Banyak terjadi ketika menerima hibah/warisan dari orang tua berupa Tanah, tetapi tanah tersebut tak bersertifikat. Akan sulit juga saat orang tua telah meninggal dan kita ingin status tanah menjadi jelas. Bagimana pengurusan tanah apabila memang tanah tersebut tidak menjadi masalah sejak dari penguasaan orang tua dahulu?

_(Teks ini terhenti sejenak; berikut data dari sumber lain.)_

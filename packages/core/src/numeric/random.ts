import seedrandom from 'seedrandom';

/** A stream of random numbers of its own. */
export interface RandomStream {
  /** Evenly distributed over [0, 1), 53 bits fine. */
  uniform(): number;
  /** Normally distributed with mean 0 and standard deviation 1. */
  gaussian(): number;
}

/**
 * Opens the stream that belongs to a seed and a path: the same names give the same numbers for ever, and
 * no stream moves when others are opened, read or left out.
 *
 * Generator: xor4096 (R. P. Brent, Some long-period random number generators using shifts and xors,
 * ANZIAM J. 48, 2007, C188–C202), seeded from the text of seed and path. `gaussian` uses the polar method
 * (G. Marsaglia, T. A. Bray, SIAM Review 6, 1964, 260–264, doi:10.1137/1006063). Not for secrets.
 *
 * @param seed - of the whole run; a number and its decimal text name the same seed
 * @param path - block path, then purpose: `'voice', 'horn', 'noise'`; numbers stand for their decimal text
 */
export function randomStream(seed: number | string, ...path: readonly (string | number)[]): RandomStream {
  // As JSON, so that no two lists of names run together into one text.
  const generator = seedrandom.xor4096(JSON.stringify([seed, ...path].map(String)));
  const uniform = (): number => generator.double();
  let spare: number | undefined;

  const gaussian = (): number => {
    if (spare !== undefined) {
      const value = spare;
      spare = undefined;
      return value;
    }
    for (;;) {
      const x = 2 * uniform() - 1;
      const y = 2 * uniform() - 1;
      const square = x * x + y * y;
      if (square === 0 || square >= 1) continue;
      const scale = Math.sqrt((-2 * Math.log(square)) / square);
      spare = y * scale;
      return x * scale;
    }
  };

  return { uniform, gaussian };
}
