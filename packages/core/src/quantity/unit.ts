import { zeroCelsius } from './constants.ts';
import { type Dimension, dimensions, overDimension } from './dimension.ts';

/**
 * A unit as a text may carry it. The SI value of a number n in it is
 * n · 10^exponent · scale + offset; the power of ten is kept apart so that it can join the decimal
 * text of n and the value comes out correctly rounded.
 */
export interface Unit {
  readonly dimension: Dimension;
  readonly exponent: number;
  readonly scale: number;
  readonly offset: number;
  /** Whether a prefix may be put before it. */
  readonly prefixable: boolean;
}

const withPrefix = (dimension: Dimension): Unit => ({
  dimension,
  exponent: 0,
  scale: 1,
  offset: 0,
  prefixable: true,
});

const fixed = (dimension: Dimension, conversion: Partial<Unit> = {}): Unit => ({
  ...withPrefix(dimension),
  prefixable: false,
  ...conversion,
});

const ohm = withPrefix(dimensions.resistance);

/** Micro sign and Greek mu, Greek omega and ohm sign look alike: both of each are read. */
const units: ReadonlyMap<string, Unit> = new Map([
  ['V', withPrefix(dimensions.voltage)],
  ['A', withPrefix(dimensions.current)],
  ['\u03a9', ohm],
  ['\u2126', ohm],
  ['ohm', ohm],
  ['Ohm', ohm],
  ['ohms', ohm],
  ['F', withPrefix(dimensions.capacitance)],
  ['S', withPrefix(dimensions.conductance)],
  ['W', withPrefix(dimensions.power)],
  ['Hz', withPrefix(dimensions.frequency)],
  ['s', withPrefix(dimensions.time)],
  ['min', fixed(dimensions.time, { scale: 60 })],
  ['h', fixed(dimensions.time, { scale: 3600 })],
  ['K', fixed(dimensions.temperature)],
  ['°C', fixed(dimensions.temperature, { offset: zeroCelsius })],
  ['%', fixed(dimensions.ratio, { exponent: -2 })],
  ['ppm', fixed(dimensions.ratio, { exponent: -6 })],
  ['', fixed(dimensions.ratio)],
]);

/** The SI prefixes that are read, with their power of ten. */
export const prefixes: ReadonlyMap<string, number> = new Map([
  ['f', -15],
  ['p', -12],
  ['n', -9],
  ['u', -6],
  ['\u00b5', -6],
  ['\u03bc', -6],
  ['m', -3],
  ['k', 3],
  ['M', 6],
  ['G', 9],
  ['T', 12],
]);

function readTerm(term: string): Unit | undefined {
  const plain = units.get(term);
  if (plain) return plain;
  const exponent = prefixes.get(term.charAt(0));
  const base = units.get(term.slice(1));
  if (exponent === undefined || !base?.prefixable) return undefined;
  return { ...base, exponent, prefixable: false };
}

/**
 * Reads a unit: `V`, `kΩ`, `%`, `kHz/V`, `ppm/K`, `/K`; no text is the unit of a bare number. Below a stroke a degree Celsius is a
 * difference and means a kelvin.
 *
 * @returns undefined where the text is no unit
 */
export function readUnit(text: string): Unit | undefined {
  const [first = '', ...below] = text.split('/').map((term) => term.trim());
  let unit = readTerm(first);
  for (const term of below) {
    const divisor = readTerm(term);
    if (!unit || !divisor || term === '') return undefined;
    unit = {
      dimension: overDimension(unit.dimension, divisor.dimension),
      exponent: unit.exponent - divisor.exponent,
      scale: unit.scale / divisor.scale,
      offset: 0,
      prefixable: unit.prefixable,
    };
  }
  return unit;
}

Bila menemui kasus, berupa orang tua meninggal dan meninggalkan warisan tanah tak bersertifikat dimana dalam penguasaan atau menempati atau tinggal di bidang tanah tersebut lebih dari 20 tahun tidak mendapat gangguan masalah kepemilikan, maka kira-kira langkah dibawah dapat membantu untuk mengurus sertifikat tanah dimaksud, sebagai berikut:

  1. Langkah pertama dalam proses warisan adalah mengurus dokumen surat kematian (dari pemberi hibah/warisan). 
  2. Sebagai Warga negara Indonesia (WNI) harus mengajukan Surat Keterangan Waris (SKW) di kantor lurah yang kemudian disahkan oleh camat, sedangkan WNI keturunan harus membuat Akta Waris melalui notaris.
  3. Setelah itu, untuk memperoleh sertifikat hak atas tanah, para ahli waris perlu mengunjungi Kantor Pertanahan dan mengajukan:
    a. Dokumen surat kematian (ibu/bapak Anda sebagai pemberi warisan yang menguasai tanah sebelumnya);
    b. Bukti sebagai ahli warisan
    c. Keterangan dari Kepala Desa/Kelurahan yang menegaskan bahwa ibu Anda memiliki kepemilikan atas tanah tersebut sesuai dengan persyaratan bukti hak lama;
    d. Keterangan yang menunjukkan bahwa tanah yang bersangkutan belum bersertifikat dari Kantor Pertanahan, atau untuk tanah yang berada di wilayah yang jauh dari Kantor Pertanahan, keterangan ini dapat diberikan oleh pemegang hak yang bersangkutan dengan disahkan oleh Kepala Desa/Kelurahan.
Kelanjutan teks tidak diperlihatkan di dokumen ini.